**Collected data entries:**
/// Every valid assignment with its χ², ascending.
pub fn exhaustive(h: &Hypothesis, e: &Event, cfg: &SearchConfig) -> Vec<Scored> {
    let n_lead = cfg.max_jets_override.unwrap_or(h.leading_jets());
    let jets: Vec<u32> = sorted_by_pt(
        &e.jets
            .iter()
            .enumerate()
            .map(|(i, j)| (j.p4, i as u32))
            .collect::<Vec<_>>(),
    )
    .into_iter()
    .take(n_lead)
    .collect();
    let all_leps: Vec<(FourMomentum, u32)> = e
        .leptons()
        .enumerate()
        .map(|(i, l)| (l.p4, i as u32))
        .collect();
    let ne = e.electrons.len() as u32;
    let leps: Vec<LepInfo> = sorted_by_pt(&all_leps)
        .into_iter()
        .take(quarry_assign::MAX_LEPTONS)
        .map(|i| {
            let (l, obj) = if i < ne {
                (&e.electrons[i as usize], Obj::Ele(i))
            } else {
                (&e.muons[(i - ne) as usize], Obj::Mu(i - ne))
            };
            LepInfo {
                obj,
                p4: l.p4,
                flavour: l.flavour,
                charge: l.charge,
            }
        })
        .collect();
    let larges: Vec<u32> = sorted_by_pt(
        &e.fat_jets
            .iter()
            .enumerate()
            .map(|(i, j)| (j.p4, i as u32))
            .collect::<Vec<_>>(),
    )
    .into_iter()
    .take(quarry_assign::MAX_LARGE_JETS)
    .collect();

    let roles = h.roles();
    let optional_jet = |r: usize| {
        h.composites()
            .iter()
            .any(|c| c.whole.is_some() && c.parts.contains(&Part::Role(r)))
    };
    // Options per role (the neutrino is filled last).
    let mut options: Vec<Vec<Obj>> = Vec::new();
    for (r, role) in roles.iter().enumerate() {
        let mut o = Vec::new();
        match role.kind {
            RoleKind::Jet { tag } => {
                for &j in &jets {
                    if admitted(&cfg.btag, tag, e.jets[j as usize].btag) {
                        o.push(Obj::Jet(j));
                    }
                }
                if optional_jet(r) {
                    o.push(Obj::Empty);
                }
            }
            RoleKind::Lepton { flavour, charge } => {
                for l in &leps {
                    if flavour.is_none_or(|f| f == l.flavour)
                        && charge.is_none_or(|q| q == l.charge)
                    {
                        o.push(l.obj);
                    }
                }
            }
            RoleKind::LargeJet {
                mass_min,
                mass_max,
                fills,
            } => {
                for &f in &larges {
                    let m = e.fat_jets[f as usize].p4.m();
                    if m >= mass_min && m <= mass_max {
                        o.push(Obj::Large(f));
                    }
                }
                if fills.is_some() {
                    o.push(Obj::Empty);
                }
            }
            RoleKind::Neutrino { .. } => o.push(Obj::Empty),
        }
        options.push(o);
    }
    let lep_info = |o: Obj| leps.iter().find(|l| l.obj == o).copied();
    let p4_of = |o: Obj, nu: FourMomentum| match o {
        Obj::Jet(j) => e.jets[j as usize].p4,
        Obj::Ele(_) | Obj::Mu(_) => lep_info(o).map(|l| l.p4).unwrap_or_default(),
        Obj::Large(f) => e.fat_jets[f as usize].p4,
        Obj::Nu(_) => nu,
        Obj::Empty => FourMomentum::ZERO,
    };
    // Closest deviation for only_closest constraints: all lepton tuples for
    // the composite's roles that satisfy the role and pair rules.
    let mut closest: HashMap<usize, f64> = HashMap::new();
    for (k, c) in h.constraints().iter().enumerate() {
        if let (true, ConstraintKind::Mass { composite, target }) = (c.only_closest, c.kind) {
            let rs: Vec<usize> = h.composites()[composite].leaves().collect();
            let mut best = f64::INFINITY;
            let mut pick = vec![Obj::Empty; rs.len()];
            fn rec(
                i: usize,
                rs: &[usize],
                pick: &mut Vec<Obj>,
                options: &[Vec<Obj>],
                f: &mut dyn FnMut(&[Obj]),
            ) {
                if i == rs.len() {
                    f(pick);
                    return;
                }
                for &o in &options[rs[i]] {
                    if pick[..i].contains(&o) {
                        continue;
                    }
                    pick[i] = o;
                    rec(i + 1, rs, pick, options, f);
                }
            }
            rec(0, &rs, &mut pick, &options, &mut |p: &[Obj]| {
                for pr in h.lepton_pairs() {
                    let (Some(a), Some(b)) = (
                        rs.iter().position(|&r| r == pr.roles[0]),
                        rs.iter().position(|&r| r == pr.roles[1]),
                    ) else {
                        continue;
                    };
                    if !pair_ok(
                        pr.flavour,
                        pr.charge,
                        lep_info(p[a]).unwrap(),
                        lep_info(p[b]).unwrap(),
                    ) {
                        return;
                    }
                }
                let m: FourMomentum = p.iter().map(|&o| p4_of(o, FourMomentum::ZERO)).sum();
                best = best.min((m.m() - target).abs());
            });
            closest.insert(k, best);
        }
    }

    let mut out = Vec::new();
    let mut pick = vec![Obj::Empty; roles.len()];
    let nu_role = roles
        .iter()
        .position(|r| matches!(r.kind, RoleKind::Neutrino { .. }));
    let mut visit = |pick: &[Obj]| {
        // Whole-or-parts consistency.
        for c in h.composites() {
            if let Some(w) = c.whole {
                let whole_used = pick[w] != Obj::Empty;
                for p in &c.parts {
                    if let Part::Role(r) = p {
                        if (pick[*r] == Obj::Empty) != whole_used {
                            return;
                        }
                    }
                }
            }
        }
        // Large jets swallow nearby small jets.
        let dr = h.large_jet_overlap_dr();
        for &a in pick {
            if let Obj::Large(f) = a {
                for &b in pick {
                    if let Obj::Jet(j) = b {
                        if e.jets[j as usize].p4.delta_r(&e.fat_jets[f as usize].p4) < dr {
                            return;
                        }
                    }
                }
            }
        }
        for pr in h.lepton_pairs() {
            let (a, b) = (lep_info(pick[pr.roles[0]]), lep_info(pick[pr.roles[1]]));
            if !pair_ok(pr.flavour, pr.charge, a.unwrap(), b.unwrap()) {
                return;
            }
        }
        let roots: Vec<(Obj, FourMomentum)> = match nu_role {
            None => vec![(Obj::Empty, FourMomentum::ZERO)],
            Some(nr) => {
                let RoleKind::Neutrino { lepton } = roles[nr].kind else {
                    unreachable!()
                };
                let l = lep_info(pick[lepton]).unwrap();
                match cfg.neutrino.solve(&l.p4, e.met.px, e.met.py) {
                    Err(_) => vec![],
                    Ok(s) => s
                        .as_slice()
                        .iter()
                        .enumerate()
                        .map(|(i, n)| (Obj::Nu(i as u8), n.p4))
                        .collect(),
                }
            }
        };
        for (nu_obj, nu_p4) in roots {
            let mut objs = pick.to_vec();
            if let Some(nr) = nu_role {
                objs[nr] = nu_obj;
            }
            // Composite masses, recursively from the parts.
            fn comp_p4(
                h: &Hypothesis,
                c: usize,
                p4: &dyn Fn(usize) -> FourMomentum,
            ) -> FourMomentum {
                let comp = &h.composites()[c];
                let mut s = comp.whole.map(p4).unwrap_or_default();
                for part in &comp.parts {
                    s += match *part {
                        Part::Role(r) => p4(r),
                        Part::Composite(j) => comp_p4(h, j, p4),
                    };
                }
                s
            }
            let role_p4 = |r: usize| p4_of(objs[r], nu_p4);
            let masses: Vec<f64> = (0..h.composites().len())
                .map(|c| comp_p4(h, c, &role_p4).m())
                .collect();
            let mut chi2 = 0.0;
            let mut ok = true;
            for (k, c) in h.constraints().iter().enumerate() {
                let (diff, sigma) = match (c.kind, c.width) {
                    (ConstraintKind::Mass { composite, target }, Width::Absolute(w)) => {
                        if c.only_closest {
                            let dev = (masses[composite] - target).abs();
                            if dev > closest[&k] + 1e-9 * closest[&k].max(1.0) {
                                ok = false;
                            }
                        }
                        (masses[composite] - target, w)
                    }
                    (ConstraintKind::EqualMass { composites: [a, b] }, Width::Absolute(w)) => {
                        (masses[a] - masses[b], w)
                    }
                    (ConstraintKind::EqualMass { composites: [a, b] }, Width::Relative(rw)) => (
                        masses[a] - masses[b],
                        (rw * 0.5 * (masses[a].abs() + masses[b].abs())).max(1e-6),
                    ),
                    _ => panic!("unexpected constraint form"),
                };
                chi2 += (diff / sigma).powi(2);
            }
            for (r, role) in roles.iter().enumerate() {
                if let (RoleKind::Jet { tag }, Obj::Jet(j)) = (role.kind, objs[r]) {
                    chi2 += btag_term(&cfg.btag, tag, e.jets[j as usize].btag);
                }
            }
            if ok && chi2.is_finite() {
                out.push(Scored { chi2, objs });
            }
        }
    };
    fn rec(
        r: usize,
        h: &Hypothesis,
        options: &[Vec<Obj>],
        pick: &mut Vec<Obj>,
        visit: &mut dyn FnMut(&[Obj]),
    ) {
        if r == options.len() {
            visit(pick);
            return;
        }
        for &o in &options[r] {
            if o != Obj::Empty && pick[..r].contains(&o) {
                continue;
            }
            // One representative per interchangeable set: objects ascending
            // within the group (in declaration order).
            if let Some(g) = h.roles()[r].group {
                if let Some(&prev) = h.interchangeable()[g].iter().rev().find(|&&x| x < r) {
                    if !(pick[prev] < o || (pick[prev] == Obj::Empty && o == Obj::Empty)) {
                        continue;
                    }
                }
            }
            pick[r] = o;
            rec(r + 1, h, options, pick, visit);
        }
        pick[r] = Obj::Empty;
    }
    rec(0, h, &options, &mut pick, &mut visit);
    out.sort_by(|a, b| a.chi2.total_cmp(&b.chi2));
    out
}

**Exercise goal:**
Wherever "contains" occurs in the records above, copy the line it sits in.

**Answer to the exercise:**
            .any(|c| c.whole.is_some() && c.parts.contains(&Part::Role(r)))
                    if pick[..i].contains(&o) {
            if o != Obj::Empty && pick[..r].contains(&o) {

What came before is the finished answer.